# Let Talk Gloves/Mittens



## yellowbelly80 (Aug 27, 2004)

Lungbuster01 said:


> I have always had good luck with black rubber mittens. They are wool lined (which can be removed) and are water proof unless you stick your hand too far down your hole! I dont know the name of them but they slide on and off easy and you can wear a thin pair of gloves inside if wanted. I perfer these over my ice-armor's for the same reason as the other guys. I have bought these mittens from both Gander and Bass Pro. I'll try to find the name of them for you.

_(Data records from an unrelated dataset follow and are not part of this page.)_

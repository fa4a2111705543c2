using GelDispense.Agent.Journal;
using GelDispense.Agent.Tests.Support;
using Microsoft.Data.Sqlite;
using Microsoft.Extensions.Time.Testing;

namespace GelDispense.Agent.Tests.Journal;

public sealed class AdditionJournalTests : TempDirectoryTest
{
    private readonly FakeTimeProvider _time = new(new DateTimeOffset(2025, 3, 4, 9, 30, 0, TimeSpan.Zero));

    private string JournalFile => Path.Combine(Dir, "station", "journal.db");

    private static NewAddition Addition(int step, double readingG, string batch = "b-1") => new(Guid.NewGuid(), batch, step, readingG, "balance", $"LOT-{step}");

    [Fact]
    public void A_confirmed_addition_is_stored_as_pending_in_confirmation_order()
    {
        using var journal = AdditionJournal.Open(JournalFile, _time);

        var first = journal.AppendPending(Addition(0, 39.06));
        _time.Advance(TimeSpan.FromSeconds(5));
        var second = journal.AppendPending(Addition(1, 4.51));

        Assert.True(second.Sequence > first.Sequence);
        Assert.Equal([first.AdditionId, second.AdditionId], journal.Pending().Select(e => e.AdditionId));
        Assert.All(journal.Pending(), e => Assert.Equal(JournalState.Pending, e.State));
        Assert.Equal(_time.GetUtcNow(), journal.Pending()[1].ConfirmedAt);
    }

    [Fact]
    public void Entries_survive_closing_and_reopening_the_file_as_after_a_restart()
    {
        JournalEntry kept;
        using (var journal = AdditionJournal.Open(JournalFile, _time))
        {
            kept = journal.AppendPending(Addition(2, 71.0123456789));
            journal.MarkSent(journal.AppendPending(Addition(3, 11.2)).AdditionId, "recorded");
        }

        using var reopened = AdditionJournal.Open(JournalFile, _time);

        var pending = Assert.Single(reopened.Pending());
        Assert.Equal(kept, pending);
        Assert.Equal(2, reopened.ForBatch("b-1").Count);
    }

    [Fact]
    public void A_reading_comes_back_bit_for_bit_so_a_replay_carries_the_same_content()
    {
        const double reading = 0.1 + 0.2;
        using var journal = AdditionJournal.Open(JournalFile, _time);
        journal.AppendPending(Addition(0, reading));

        Assert.Equal(BitConverter.DoubleToInt64Bits(reading), BitConverter.DoubleToInt64Bits(journal.Pending()[0].ReadingG));
    }

    [Fact]
    public void Sent_and_rejected_entries_leave_the_replay_queue_but_stay_in_the_batch_record()
    {
        using var journal = AdditionJournal.Open(JournalFile, _time);
        var sent = journal.AppendPending(Addition(0, 1));
        var refused = journal.AppendPending(Addition(1, 2));
        var waiting = journal.AppendPending(Addition(2, 3));

        journal.MarkSent(sent.AdditionId, "recorded");
        journal.MarkRejected(refused.AdditionId, "FailedPrecondition: batch completed");

        Assert.Equal([waiting.AdditionId], journal.Pending().Select(e => e.AdditionId));
        var record = journal.ForBatch("b-1");
        Assert.Equal([JournalState.Sent, JournalState.Rejected, JournalState.Pending], record.Select(e => e.State));
        Assert.Equal("FailedPrecondition: batch completed", record[1].Detail);
    }

    [Fact]
    public void The_same_addition_id_cannot_be_journaled_twice()
    {
        using var journal = AdditionJournal.Open(JournalFile, _time);
        var addition = Addition(0, 1);
        journal.AppendPending(addition);

        Assert.Throws<SqliteException>(() => journal.AppendPending(addition));
        Assert.Single(journal.Pending());
    }

    [Fact]
    public void The_file_is_in_write_ahead_log_mode()
    {
        using var journal = AdditionJournal.Open(JournalFile, _time);
        journal.AppendPending(Addition(0, 1));

        using var other = new SqliteConnection($"Data Source={JournalFile};Pooling=False");
        other.Open();
        using var command = other.CreateCommand();
        command.CommandText = "PRAGMA journal_mode";
        Assert.Equal("wal", command.ExecuteScalar());
    }

    [Fact]
    public void A_batch_copy_is_kept_for_resuming_without_the_service()
    {
        using (var journal = AdditionJournal.Open(JournalFile, _time))
        {
            journal.SaveBatch("b-1", """{"id":"b-1"}""");
            journal.SaveBatch("b-1", """{"id":"b-1","planRevision":1}""");
        }

        using var reopened = AdditionJournal.Open(JournalFile, _time);
        Assert.Equal("""{"id":"b-1","planRevision":1}""", reopened.LoadBatch("b-1"));
        Assert.Null(reopened.LoadBatch("b-2"));
    }
}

http://www.dunhamssports.com/product/index.jsp?productId=3915894&CAWELAID=438468253


----------



## salmon_slayer06 (Mar 19, 2006)

http://www.konezone.com/content-pro...857/heatzone_hand_warmer_grasslands_camo.html

Heat Zone by Kone Zone. Made for river steelhead fisherman, duck hunters and ice fisherman. Its supposed to be the cats ass.


----------



## salmon_slayer06 (Mar 19, 2006)

Kingor3 said:


> fingertipless wool gloves that flip to mittens work great for me..the velcro is rippin off though...switching to straight fingertipless woolies and mittens over them when walking and drilling...not much better...except for the shanty and lantern combo,


I have a few pairs of these that I got from wally world... not that I like shopping there, and I souped mine up a bit by taking 3M velcro cut it to size and super glued it to the flap and glove itslef. I have 3 pairs lof the same ones done like that and I use them for steelhead fishing and ice fishing. THose HT gloves posted just above look like a winner. Rubber with a wool lining.. probably the best bet especialy for those long rides out into the ice. A hand can get hold very fast while driving a machine on the ice.


----------



## buster5199 (Feb 22, 2007)

icefishermanmark said:


> What are chopper mitts?


Mark the best description I have found on the web is at this site.
http://reviews.llbean.com/1138/I-258851/reviews.htm

They are really basic mittens with a wool insert liner. The real key is to make sure and buy them oversized. You are inherently already clumsy with mittens, but the oversizing makes sure that you can slip them on and off easily as well as making sure to give your hands plenty of room to circulate the warmth.


----------



## MisterShoaf (Dec 20, 2005)

So I bought some generic hunting glove from Kmart today, 14.99, and they were 30% off because they are closing. It has "thermore" insulation, whatever that is. They are lightweight warm and most importantly waterproof. But like the ice armor gloves the outside layer is not and they will turn into ice cubes if you reach into your hole with them on. Then I went to Gander Mountain. I still can't get over the name, but I purchased a "muff" warmer. It basically is a tube shaped, fleece lined, hand warmer. It really is warm. Anyone chasing the muff warmers around? :lol: Anyway, a friend pointed me in the direction of thin wool glove liners, or basically thin wool gloves to go on as a base layer and then the big glove over that. Nice and toasty!!!

Keep them digits warm and good luck to ya out there!

PS: Ice Armor has new mittens out this year with 150 grams of thinsulate, has anyone tried these? They do look warm, but they are 40 bucks though.


----------



## Lungbuster01 (Feb 17, 2005)

Thanks yellow belly those are the one's!


----------



## SomeYahoo (Feb 11, 2007)

yellowbelly80 said:


> http://www.dunhamssports.com/product/index.jsp?productId=3915894&CAWELAID=438468253


+1 for these, and if I'm not in the shanty I wear a pair of neoprene gloves with slit index and thumb under them. Best of both worlds! The neoprene never comes off (slits allow for tying) and when my hands get too cold I slip these on over them.

Neoprene Gloves at BPS


----------